» SOURCE DATA
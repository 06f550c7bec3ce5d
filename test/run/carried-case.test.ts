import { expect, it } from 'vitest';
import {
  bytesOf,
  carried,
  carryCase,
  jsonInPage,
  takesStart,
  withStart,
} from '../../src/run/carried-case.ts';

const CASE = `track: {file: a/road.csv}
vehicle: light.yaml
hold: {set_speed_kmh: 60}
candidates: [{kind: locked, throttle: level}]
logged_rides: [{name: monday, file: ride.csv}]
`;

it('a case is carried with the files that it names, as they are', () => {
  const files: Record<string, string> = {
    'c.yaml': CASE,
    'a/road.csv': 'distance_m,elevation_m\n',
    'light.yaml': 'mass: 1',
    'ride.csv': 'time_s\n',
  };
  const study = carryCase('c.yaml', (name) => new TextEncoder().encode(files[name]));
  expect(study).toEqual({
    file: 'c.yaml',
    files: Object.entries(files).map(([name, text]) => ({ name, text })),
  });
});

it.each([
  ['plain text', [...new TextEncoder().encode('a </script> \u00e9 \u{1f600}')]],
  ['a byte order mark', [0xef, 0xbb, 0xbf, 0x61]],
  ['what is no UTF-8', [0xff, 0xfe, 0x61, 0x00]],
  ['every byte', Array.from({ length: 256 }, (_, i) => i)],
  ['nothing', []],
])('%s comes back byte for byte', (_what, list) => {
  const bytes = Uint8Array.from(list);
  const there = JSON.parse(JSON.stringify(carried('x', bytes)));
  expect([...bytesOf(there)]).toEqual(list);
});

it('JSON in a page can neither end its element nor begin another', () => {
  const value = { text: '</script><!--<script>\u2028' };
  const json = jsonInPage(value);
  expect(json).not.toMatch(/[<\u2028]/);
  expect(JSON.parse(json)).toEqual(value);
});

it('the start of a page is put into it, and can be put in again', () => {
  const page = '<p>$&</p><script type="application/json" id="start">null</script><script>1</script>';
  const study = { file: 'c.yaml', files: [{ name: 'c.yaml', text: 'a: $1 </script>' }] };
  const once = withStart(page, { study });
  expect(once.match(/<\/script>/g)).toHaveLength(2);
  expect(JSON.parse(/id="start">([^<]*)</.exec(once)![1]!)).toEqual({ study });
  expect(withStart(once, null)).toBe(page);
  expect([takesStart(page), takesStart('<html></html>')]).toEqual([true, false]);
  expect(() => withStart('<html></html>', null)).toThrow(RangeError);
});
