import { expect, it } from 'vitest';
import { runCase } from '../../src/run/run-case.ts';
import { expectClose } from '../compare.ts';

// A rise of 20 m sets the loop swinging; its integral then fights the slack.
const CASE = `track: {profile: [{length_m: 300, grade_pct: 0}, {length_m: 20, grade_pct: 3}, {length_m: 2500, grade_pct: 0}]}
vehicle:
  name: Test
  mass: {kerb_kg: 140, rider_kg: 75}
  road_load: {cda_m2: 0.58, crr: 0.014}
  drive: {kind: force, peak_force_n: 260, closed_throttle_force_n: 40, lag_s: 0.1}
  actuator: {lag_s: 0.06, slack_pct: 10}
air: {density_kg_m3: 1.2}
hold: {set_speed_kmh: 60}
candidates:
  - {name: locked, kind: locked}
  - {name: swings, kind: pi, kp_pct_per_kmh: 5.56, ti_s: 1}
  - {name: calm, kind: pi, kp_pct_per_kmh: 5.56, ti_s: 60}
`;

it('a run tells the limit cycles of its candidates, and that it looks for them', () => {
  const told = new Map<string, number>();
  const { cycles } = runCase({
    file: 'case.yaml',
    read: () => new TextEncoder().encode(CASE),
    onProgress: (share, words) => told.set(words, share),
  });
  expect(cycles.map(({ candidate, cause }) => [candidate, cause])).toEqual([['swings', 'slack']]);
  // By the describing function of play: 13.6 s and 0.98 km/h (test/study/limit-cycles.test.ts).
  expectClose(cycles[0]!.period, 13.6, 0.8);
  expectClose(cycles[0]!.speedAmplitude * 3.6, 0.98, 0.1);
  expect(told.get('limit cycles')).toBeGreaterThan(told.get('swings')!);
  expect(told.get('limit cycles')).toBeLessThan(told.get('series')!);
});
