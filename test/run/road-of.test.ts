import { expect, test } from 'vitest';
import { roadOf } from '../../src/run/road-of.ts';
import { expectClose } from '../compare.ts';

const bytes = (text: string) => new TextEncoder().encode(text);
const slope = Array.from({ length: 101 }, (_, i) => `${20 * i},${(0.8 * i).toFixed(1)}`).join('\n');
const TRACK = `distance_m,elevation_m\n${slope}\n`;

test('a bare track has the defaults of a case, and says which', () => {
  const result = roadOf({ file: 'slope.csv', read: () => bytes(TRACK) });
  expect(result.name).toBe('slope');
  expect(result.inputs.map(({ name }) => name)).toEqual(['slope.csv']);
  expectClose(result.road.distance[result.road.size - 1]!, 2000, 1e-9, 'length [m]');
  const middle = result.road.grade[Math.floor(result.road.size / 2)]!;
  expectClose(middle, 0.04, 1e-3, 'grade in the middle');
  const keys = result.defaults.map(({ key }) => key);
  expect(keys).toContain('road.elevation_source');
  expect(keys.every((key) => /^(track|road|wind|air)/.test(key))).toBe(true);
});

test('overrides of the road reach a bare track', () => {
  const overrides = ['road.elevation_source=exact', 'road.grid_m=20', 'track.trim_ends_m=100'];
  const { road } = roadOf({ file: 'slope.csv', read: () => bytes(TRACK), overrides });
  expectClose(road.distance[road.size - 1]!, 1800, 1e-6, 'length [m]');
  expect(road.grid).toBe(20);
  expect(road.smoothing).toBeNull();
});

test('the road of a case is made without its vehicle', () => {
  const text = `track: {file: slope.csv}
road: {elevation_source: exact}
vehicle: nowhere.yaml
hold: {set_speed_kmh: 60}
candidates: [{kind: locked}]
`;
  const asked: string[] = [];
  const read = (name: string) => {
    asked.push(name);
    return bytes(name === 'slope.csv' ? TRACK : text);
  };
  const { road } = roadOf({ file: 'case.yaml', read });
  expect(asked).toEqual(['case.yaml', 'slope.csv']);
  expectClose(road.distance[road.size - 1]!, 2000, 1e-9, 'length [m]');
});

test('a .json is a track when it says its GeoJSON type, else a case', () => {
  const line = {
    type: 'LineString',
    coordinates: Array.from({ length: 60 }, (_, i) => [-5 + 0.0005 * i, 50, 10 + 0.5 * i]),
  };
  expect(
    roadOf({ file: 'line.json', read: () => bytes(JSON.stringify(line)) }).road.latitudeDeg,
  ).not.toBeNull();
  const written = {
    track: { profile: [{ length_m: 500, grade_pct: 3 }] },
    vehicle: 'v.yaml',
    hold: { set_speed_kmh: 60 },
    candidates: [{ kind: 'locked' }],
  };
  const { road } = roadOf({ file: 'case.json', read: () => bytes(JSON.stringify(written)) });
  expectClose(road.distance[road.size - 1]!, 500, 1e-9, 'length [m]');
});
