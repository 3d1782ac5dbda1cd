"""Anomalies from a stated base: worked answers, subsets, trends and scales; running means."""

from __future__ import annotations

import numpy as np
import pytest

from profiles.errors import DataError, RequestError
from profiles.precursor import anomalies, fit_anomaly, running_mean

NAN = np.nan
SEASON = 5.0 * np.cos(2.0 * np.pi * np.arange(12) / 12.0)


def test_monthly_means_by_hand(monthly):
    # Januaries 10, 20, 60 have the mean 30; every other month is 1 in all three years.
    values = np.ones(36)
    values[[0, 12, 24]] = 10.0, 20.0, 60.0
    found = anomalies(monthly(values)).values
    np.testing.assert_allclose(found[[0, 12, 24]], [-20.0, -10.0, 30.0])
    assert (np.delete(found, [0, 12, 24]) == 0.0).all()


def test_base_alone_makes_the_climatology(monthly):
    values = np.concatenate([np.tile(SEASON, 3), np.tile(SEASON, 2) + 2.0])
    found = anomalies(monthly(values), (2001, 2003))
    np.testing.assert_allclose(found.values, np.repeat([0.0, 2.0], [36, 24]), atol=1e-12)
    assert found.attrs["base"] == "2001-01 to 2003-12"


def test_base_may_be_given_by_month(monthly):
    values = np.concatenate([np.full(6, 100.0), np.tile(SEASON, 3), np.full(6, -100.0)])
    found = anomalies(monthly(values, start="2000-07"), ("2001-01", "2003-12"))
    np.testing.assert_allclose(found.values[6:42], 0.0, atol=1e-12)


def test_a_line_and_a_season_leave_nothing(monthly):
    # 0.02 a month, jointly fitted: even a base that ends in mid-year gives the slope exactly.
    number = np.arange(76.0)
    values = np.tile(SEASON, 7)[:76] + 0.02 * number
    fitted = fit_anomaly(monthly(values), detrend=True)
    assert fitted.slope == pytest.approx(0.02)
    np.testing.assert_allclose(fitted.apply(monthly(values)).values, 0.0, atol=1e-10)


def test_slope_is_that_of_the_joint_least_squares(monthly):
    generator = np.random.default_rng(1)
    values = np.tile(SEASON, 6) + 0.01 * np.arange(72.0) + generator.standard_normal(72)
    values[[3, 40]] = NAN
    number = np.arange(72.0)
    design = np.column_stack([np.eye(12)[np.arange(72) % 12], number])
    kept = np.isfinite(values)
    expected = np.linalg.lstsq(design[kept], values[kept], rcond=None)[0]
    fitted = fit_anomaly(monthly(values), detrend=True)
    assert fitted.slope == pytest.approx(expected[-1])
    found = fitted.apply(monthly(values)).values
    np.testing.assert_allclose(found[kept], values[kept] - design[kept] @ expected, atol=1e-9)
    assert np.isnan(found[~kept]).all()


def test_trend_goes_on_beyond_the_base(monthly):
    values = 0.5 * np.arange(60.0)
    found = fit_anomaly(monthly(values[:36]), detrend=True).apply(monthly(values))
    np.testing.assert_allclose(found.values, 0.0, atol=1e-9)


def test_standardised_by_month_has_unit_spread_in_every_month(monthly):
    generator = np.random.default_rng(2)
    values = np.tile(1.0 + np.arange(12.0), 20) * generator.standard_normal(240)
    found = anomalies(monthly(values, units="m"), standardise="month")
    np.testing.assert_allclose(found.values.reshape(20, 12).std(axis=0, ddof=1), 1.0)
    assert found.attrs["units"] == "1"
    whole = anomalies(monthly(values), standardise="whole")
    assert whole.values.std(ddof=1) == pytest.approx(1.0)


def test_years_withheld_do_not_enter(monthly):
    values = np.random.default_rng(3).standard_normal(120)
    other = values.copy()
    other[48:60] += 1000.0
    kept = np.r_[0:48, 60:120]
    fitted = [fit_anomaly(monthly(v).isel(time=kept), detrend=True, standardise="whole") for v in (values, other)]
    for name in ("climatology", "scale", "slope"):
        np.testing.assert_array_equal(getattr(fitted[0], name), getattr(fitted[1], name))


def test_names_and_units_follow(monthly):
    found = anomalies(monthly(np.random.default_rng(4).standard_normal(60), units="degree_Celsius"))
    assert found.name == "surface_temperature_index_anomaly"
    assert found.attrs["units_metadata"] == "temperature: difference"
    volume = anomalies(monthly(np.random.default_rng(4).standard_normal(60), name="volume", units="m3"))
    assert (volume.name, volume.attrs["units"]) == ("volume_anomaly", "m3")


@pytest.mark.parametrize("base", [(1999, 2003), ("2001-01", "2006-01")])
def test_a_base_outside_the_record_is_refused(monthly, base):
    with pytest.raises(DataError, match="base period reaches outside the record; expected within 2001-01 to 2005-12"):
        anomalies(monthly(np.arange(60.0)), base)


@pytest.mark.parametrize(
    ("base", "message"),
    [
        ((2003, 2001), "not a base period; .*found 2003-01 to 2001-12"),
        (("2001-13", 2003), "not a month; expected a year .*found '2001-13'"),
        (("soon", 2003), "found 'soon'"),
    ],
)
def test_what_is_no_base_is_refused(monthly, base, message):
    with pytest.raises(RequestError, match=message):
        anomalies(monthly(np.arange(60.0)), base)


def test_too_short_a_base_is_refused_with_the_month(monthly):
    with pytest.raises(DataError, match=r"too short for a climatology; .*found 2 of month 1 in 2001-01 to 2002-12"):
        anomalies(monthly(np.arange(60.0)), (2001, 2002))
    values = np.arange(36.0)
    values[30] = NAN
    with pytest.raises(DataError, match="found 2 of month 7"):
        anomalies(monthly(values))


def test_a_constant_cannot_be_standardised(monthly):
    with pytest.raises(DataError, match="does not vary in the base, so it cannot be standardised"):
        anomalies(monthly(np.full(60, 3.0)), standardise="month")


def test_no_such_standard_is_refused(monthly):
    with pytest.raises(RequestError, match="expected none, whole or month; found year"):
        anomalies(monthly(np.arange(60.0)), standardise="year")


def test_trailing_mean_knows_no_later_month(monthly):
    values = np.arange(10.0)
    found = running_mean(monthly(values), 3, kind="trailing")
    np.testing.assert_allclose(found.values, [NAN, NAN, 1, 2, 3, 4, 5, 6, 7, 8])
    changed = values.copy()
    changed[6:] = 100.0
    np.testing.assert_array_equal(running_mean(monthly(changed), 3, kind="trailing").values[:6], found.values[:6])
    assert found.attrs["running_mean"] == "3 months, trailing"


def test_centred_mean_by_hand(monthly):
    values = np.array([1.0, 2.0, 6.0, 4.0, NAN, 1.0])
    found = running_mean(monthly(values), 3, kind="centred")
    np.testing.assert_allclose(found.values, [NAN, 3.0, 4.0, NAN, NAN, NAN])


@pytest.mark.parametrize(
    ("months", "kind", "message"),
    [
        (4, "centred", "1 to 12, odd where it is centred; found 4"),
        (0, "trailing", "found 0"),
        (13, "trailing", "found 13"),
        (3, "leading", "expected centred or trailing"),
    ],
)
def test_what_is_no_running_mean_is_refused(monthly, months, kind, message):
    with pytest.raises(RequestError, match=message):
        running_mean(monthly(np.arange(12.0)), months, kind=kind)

» WHAT YOU HAVE TO DO
Work out how many lines in the records hold the word "mass", and answer with that number alone.

» ANSWER SPACE
2